> **Input records**:
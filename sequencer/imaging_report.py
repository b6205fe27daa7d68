"""The imaging part of ``lightloom analyze``, shell glue between storage and analysis: frames of a
camera run -> Stokes maps, integrated Stokes parameters, non-separability (JSON keys), the maps
file (``--maps``), and the night out of core (``--series``) on local threads or a dask cluster."""

from __future__ import annotations

from pathlib import Path

import numpy as np

from lightloom.sequencer.analysis.imaging import ImagingResult, analyze_frames, polarization_povms
from lightloom.sequencer.errors import UsageError
from lightloom.sequencer.outputs import check_new_output

MAP_NAMES = ("S0", "S1", "S2", "S3", "dop", "orientation_deg", "ellipticity_deg")


def setting_groups(commanded: np.ndarray) -> np.ndarray:
    """One label per distinct commanded setting (repeats of a setting share it)."""
    key = np.round(np.nan_to_num(np.asarray(commanded, dtype=float), nan=-999.0), 6)
    return np.unique(key, axis=0, return_inverse=True)[1].reshape(-1)


def imaging_result(path: str, data, *, rng: np.random.Generator, replicates: int) -> ImagingResult | None:
    """The imaging analysis of a run's frames (None for a run without a camera). Frames of the
    first camera port are used; a run whose measurement frames do not yet determine S0..S3 gives
    None too (partial runs are analysed with what they hold)."""
    from lightloom.sequencer.storage.frames import load_frames

    frames = load_frames(path, data.readings)
    if frames is None:
        return None
    port = frames.port == frames.port.min()
    measure = port & (frames.kind == 0)
    dark = port & (frames.kind == 1)
    if not measure.any():
        return None
    try:
        return analyze_frames(
            frames.data[measure], polarization_povms(frames.operators[measure]),
            setting_groups(frames.commanded[measure]), frames.data[dark] if dark.any() else None,
            frames.saturated[measure], rng=rng, replicates=replicates,
        )
    except ValueError:
        return None


def add_to_document(doc: dict, result: ImagingResult) -> None:
    """``nonseparability`` and ``stokes.polarization`` (of the whole beam, from the frames)."""
    doc["nonseparability"] = result.nonseparability.to_json()
    stokes = []
    for j in range(4):
        value, std = float(result.integrated[j]), float(result.integrated_std[j])
        if j == 0:
            stokes.append({"value": 1.0, "std": 0.0, "interval": [1.0, 1.0]})
            continue
        lo, hi = value - 1.96 * std, value + 1.96 * std
        stokes.append({"value": value, "std": std, "interval": [max(-1.0, lo), min(1.0, hi)]})
    doc.setdefault("stokes", {})["polarization"] = stokes
    doc["imaging"] = {
        "pixels": list(result.maps.stokes.shape[1:]),
        "saturated_pixels": result.masked_pixels,
        "stokes_from": "spatially integrated Stokes maps (dark subtracted, saturated pixels left out)",
    }


def write_maps(result: ImagingResult, out: str) -> Path:
    """The maps as an HDF5 file: datasets S0..S3 (ADU), dop, orientation_deg, ellipticity_deg
    (NaN where saturated or dark) and saturated (1 where a frame saturated)."""
    import h5py

    path = Path(out)
    check_new_output(path, "--maps", f"{path} exists already; choose another --maps file (lightloom never overwrites)")
    maps = result.maps
    values = dict(zip(MAP_NAMES[:4], maps.stokes))
    values.update(dop=maps.dop, orientation_deg=maps.orientation_deg, ellipticity_deg=maps.ellipticity_deg)
    units = {"S0": "ADU", "S1": "ADU", "S2": "ADU", "S3": "ADU", "dop": "1",
             "orientation_deg": "deg", "ellipticity_deg": "deg"}
    with h5py.File(path, "w-") as f:
        for name in MAP_NAMES:
            d = f.create_dataset(name, data=np.asarray(values[name], dtype=np.float64), compression="gzip")
            d.attrs["units"] = units[name]
        f.create_dataset("saturated", data=maps.saturated.astype(np.uint8))
        f.attrs["conventions"] = "S1 = H - V, S2 = D - A, S3 = R - L (sympy handedness); rows = y, columns = x"
        f.attrs["nonseparability"] = result.nonseparability.value
    return path


def imaging_series(path: str, *, address: str | None = None, maps_out: str | None = None,
                   passes_per_window: int = 1, frames_per_chunk: int = 8) -> dict:
    """The night of an imaging run, out of core with dask: per pass its integrated Stokes
    parameters, non-separability and S0 centroid (the drift of the pattern); with ``maps_out``,
    Stokes maps per window of ``passes_per_window`` passes written to that new HDF5 file one window
    at a time. On the local threaded scheduler, or on the dask.distributed cluster at ``address``."""
    import contextlib

    import dask

    from lightloom.sequencer.analysis import imaging_dask as night
    from lightloom.sequencer.storage.frames import frame_columns, frame_stack

    columns = frame_columns(path)
    if len(set(columns.port.tolist())) > 1:
        raise UsageError(f"{path}: the series analysis takes runs with one camera")
    if maps_out is not None:
        check_new_output(Path(maps_out), "--series-maps",
                         f"{maps_out} exists already; choose another --series-maps file (lightloom never overwrites)")
    layout = night.pass_weights(columns.kind, columns.pass_index, columns.operators)
    stack = frame_stack(path, frames_per_chunk)
    keep = ~night.saturated_anywhere(frame_stack(path, frames_per_chunk, "frames/saturated"))
    if address:
        try:
            from distributed import Client
        except ImportError:
            raise UsageError("--dask needs dask.distributed: pip install 'lightloom[imaging]'") from None
        try:
            where = Client(address, timeout=10)
        except (OSError, TimeoutError) as exc:
            raise UsageError(f"cannot reach the dask scheduler at {address}: {exc}") from None
    else:
        where = contextlib.nullcontext()
    with where, dask.config.set(scheduler="threads") if not address else contextlib.nullcontext():
        moments = night.frame_moments(stack, keep).compute()
        series = night.series_from_moments(moments, columns.kind, layout)
        written = None
        if maps_out is not None:
            written = _write_window_maps(night.window_maps(stack, columns.kind, layout, passes_per_window),
                                         maps_out, passes_per_window, stack.shape[1:])
    rows = []
    t = columns.t_s
    for p, s, v, c in zip(series.passes, series.normalised, series.nonseparability, series.centroid_px):
        mine = columns.pass_index == p
        rows.append({"pass": int(p), "t_start": float(t[mine].min()), "t_end": float(t[mine].max()),
                     "stokes": [float(x) for x in s], "nonseparability": float(v),
                     "centroid_px": [float(c[0]), float(c[1])]})
    drift = series.centroid_px - series.centroid_px[:1]
    out = {"passes": rows, "drift_px": float(np.nanmax(np.hypot(drift[:, 0], drift[:, 1]))) if len(rows) else 0.0,
           "scheduler": address or "local threads"}
    if written:
        out["maps"] = written
    return out


def _write_window_maps(maps: list, out: str, passes_per_window: int, shape: tuple[int, int]) -> str:
    """Write the window maps (each lazy (4, rows, cols)) to ``out``/stokes, one window in memory at
    a time."""
    import h5py

    rows, cols = shape
    n = len(maps)
    with h5py.File(out, "w-") as f:
        d = f.create_dataset("stokes", shape=(n, 4, rows, cols), dtype="f8", chunks=(1, 1, rows, cols),
                             compression="gzip")
        d.attrs["units"] = "ADU"
        d.attrs["axes"] = "window, Stokes parameter S0..S3, row (y), column (x)"
        d.attrs["passes_per_window"] = passes_per_window
        for i in range(n):
            d[i] = maps[i].compute()
    return out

> **Brief**: In your response, give all the records again with nothing altered.

> **Answer to this exercise**:
filename sequencer/imaging_report.py
repository b6205fe27daa7d68
"""The imaging part of ``lightloom analyze``, shell glue between storage and analysis: frames of a
camera run -> Stokes maps, integrated Stokes parameters, non-separability (JSON keys), the maps
file (``--maps``), and the night out of core (``--series``) on local threads or a dask cluster."""

from __future__ import annotations

from pathlib import Path

import numpy as np

from lightloom.sequencer.analysis.imaging import ImagingResult, analyze_frames, polarization_povms
from lightloom.sequencer.errors import UsageError
from lightloom.sequencer.outputs import check_new_output

MAP_NAMES = ("S0", "S1", "S2", "S3", "dop", "orientation_deg", "ellipticity_deg")


def setting_groups(commanded: np.ndarray) -> np.ndarray:
    """One label per distinct commanded setting (repeats of a setting share it)."""
    key = np.round(np.nan_to_num(np.asarray(commanded, dtype=float), nan=-999.0), 6)
    return np.unique(key, axis=0, return_inverse=True)[1].reshape(-1)


def imaging_result(path: str, data, *, rng: np.random.Generator, replicates: int) -> ImagingResult | None:
    """The imaging analysis of a run's frames (None for a run without a camera). Frames of the
    first camera port are used; a run whose measurement frames do not yet determine S0..S3 gives
    None too (partial runs are analysed with what they hold)."""
    from lightloom.sequencer.storage.frames import load_frames

    frames = load_frames(path, data.readings)
    if frames is None:
        return None
    port = frames.port == frames.port.min()
    measure = port & (frames.kind == 0)
    dark = port & (frames.kind == 1)
    if not measure.any():
        return None
    try:
        return analyze_frames(
            frames.data[measure], polarization_povms(frames.operators[measure]),
            setting_groups(frames.commanded[measure]), frames.data[dark] if dark.any() else None,
            frames.saturated[measure], rng=rng, replicates=replicates,
        )
    except ValueError:
        return None


def add_to_document(doc: dict, result: ImagingResult) -> None:
    """``nonseparability`` and ``stokes.polarization`` (of the whole beam, from the frames)."""
    doc["nonseparability"] = result.nonseparability.to_json()
    stokes = []
    for j in range(4):
        value, std = float(result.integrated[j]), float(result.integrated_std[j])
        if j == 0:
            stokes.append({"value": 1.0, "std": 0.0, "interval": [1.0, 1.0]})
            continue
        lo, hi = value - 1.96 * std, value + 1.96 * std
        stokes.append({"value": value, "std": std, "interval": [max(-1.0, lo), min(1.0, hi)]})
    doc.setdefault("stokes", {})["polarization"] = stokes
    doc["imaging"] = {
        "pixels": list(result.maps.stokes.shape[1:]),
        "saturated_pixels": result.masked_pixels,
        "stokes_from": "spatially integrated Stokes maps (dark subtracted, saturated pixels left out)",
    }


def write_maps(result: ImagingResult, out: str) -> Path:
    """The maps as an HDF5 file: datasets S0..S3 (ADU), dop, orientation_deg, ellipticity_deg
    (NaN where saturated or dark) and saturated (1 where a frame saturated)."""
    import h5py

    path = Path(out)
    check_new_output(path, "--maps", f"{path} exists already; choose another --maps file (lightloom never overwrites)")
    maps = result.maps
    values = dict(zip(MAP_NAMES[:4], maps.stokes))
    values.update(dop=maps.dop, orientation_deg=maps.orientation_deg, ellipticity_deg=maps.ellipticity_deg)
    units = {"S0": "ADU", "S1": "ADU", "S2": "ADU", "S3": "ADU", "dop": "1",
             "orientation_deg": "deg", "ellipticity_deg": "deg"}
    with h5py.File(path, "w-") as f:
        for name in MAP_NAMES:
            d = f.create_dataset(name, data=np.asarray(values[name], dtype=np.float64), compression="gzip")
            d.attrs["units"] = units[name]
        f.create_dataset("saturated", data=maps.saturated.astype(np.uint8))
        f.attrs["conventions"] = "S1 = H - V, S2 = D - A, S3 = R - L (sympy handedness); rows = y, columns = x"
        f.attrs["nonseparability"] = result.nonseparability.value
    return path


def imaging_series(path: str, *, address: str | None = None, maps_out: str | None = None,
                   passes_per_window: int = 1, frames_per_chunk: int = 8) -> dict:
    """The night of an imaging run, out of core with dask: per pass its integrated Stokes
    parameters, non-separability and S0 centroid (the drift of the pattern); with ``maps_out``,
    Stokes maps per window of ``passes_per_window`` passes written to that new HDF5 file one window
    at a time. On the local threaded scheduler, or on the dask.distributed cluster at ``address``."""
    import contextlib

    import dask

    from lightloom.sequencer.analysis import imaging_dask as night
    from lightloom.sequencer.storage.frames import frame_columns, frame_stack

    columns = frame_columns(path)
    if len(set(columns.port.tolist())) > 1:
        raise UsageError(f"{path}: the series analysis takes runs with one camera")
    if maps_out is not None:
        check_new_output(Path(maps_out), "--series-maps",
                         f"{maps_out} exists already; choose another --series-maps file (lightloom never overwrites)")
    layout = night.pass_weights(columns.kind, columns.pass_index, columns.operators)
    stack = frame_stack(path, frames_per_chunk)
    keep = ~night.saturated_anywhere(frame_stack(path, frames_per_chunk, "frames/saturated"))
    if address:
        try:
            from distributed import Client
        except ImportError:
            raise UsageError("--dask needs dask.distributed: pip install 'lightloom[imaging]'") from None
        try:
            where = Client(address, timeout=10)
        except (OSError, TimeoutError) as exc:
            raise UsageError(f"cannot reach the dask scheduler at {address}: {exc}") from None
    else:
        where = contextlib.nullcontext()
    with where, dask.config.set(scheduler="threads") if not address else contextlib.nullcontext():
        moments = night.frame_moments(stack, keep).compute()
        series = night.series_from_moments(moments, columns.kind, layout)
        written = None
        if maps_out is not None:
            written = _write_window_maps(night.window_maps(stack, columns.kind, layout, passes_per_window),
                                         maps_out, passes_per_window, stack.shape[1:])
    rows = []
    t = columns.t_s
    for p, s, v, c in zip(series.passes, series.normalised, series.nonseparability, series.centroid_px):
        mine = columns.pass_index == p
        rows.append({"pass": int(p), "t_start": float(t[mine].min()), "t_end": float(t[mine].max()),
                     "stokes": [float(x) for x in s], "nonseparability": float(v),
                     "centroid_px": [float(c[0]), float(c[1])]})
    drift = series.centroid_px - series.centroid_px[:1]
    out = {"passes": rows, "drift_px": float(np.nanmax(np.hypot(drift[:, 0], drift[:, 1]))) if len(rows) else 0.0,
           "scheduler": address or "local threads"}
    if written:
        out["maps"] = written
    return out


def _write_window_maps(maps: list, out: str, passes_per_window: int, shape: tuple[int, int]) -> str:
    """Write the window maps (each lazy (4, rows, cols)) to ``out``/stokes, one window in memory at
    a time."""
    import h5py

    rows, cols = shape
    n = len(maps)
    with h5py.File(out, "w-") as f:
        d = f.create_dataset("stokes", shape=(n, 4, rows, cols), dtype="f8", chunks=(1, 1, rows, cols),
                             compression="gzip")
        d.attrs["units"] = "ADU"
        d.attrs["axes"] = "window, Stokes parameter S0..S3, row (y), column (x)"
        d.attrs["passes_per_window"] = passes_per_window
        for i in range(n):
            d[i] = maps[i].compute()
    return out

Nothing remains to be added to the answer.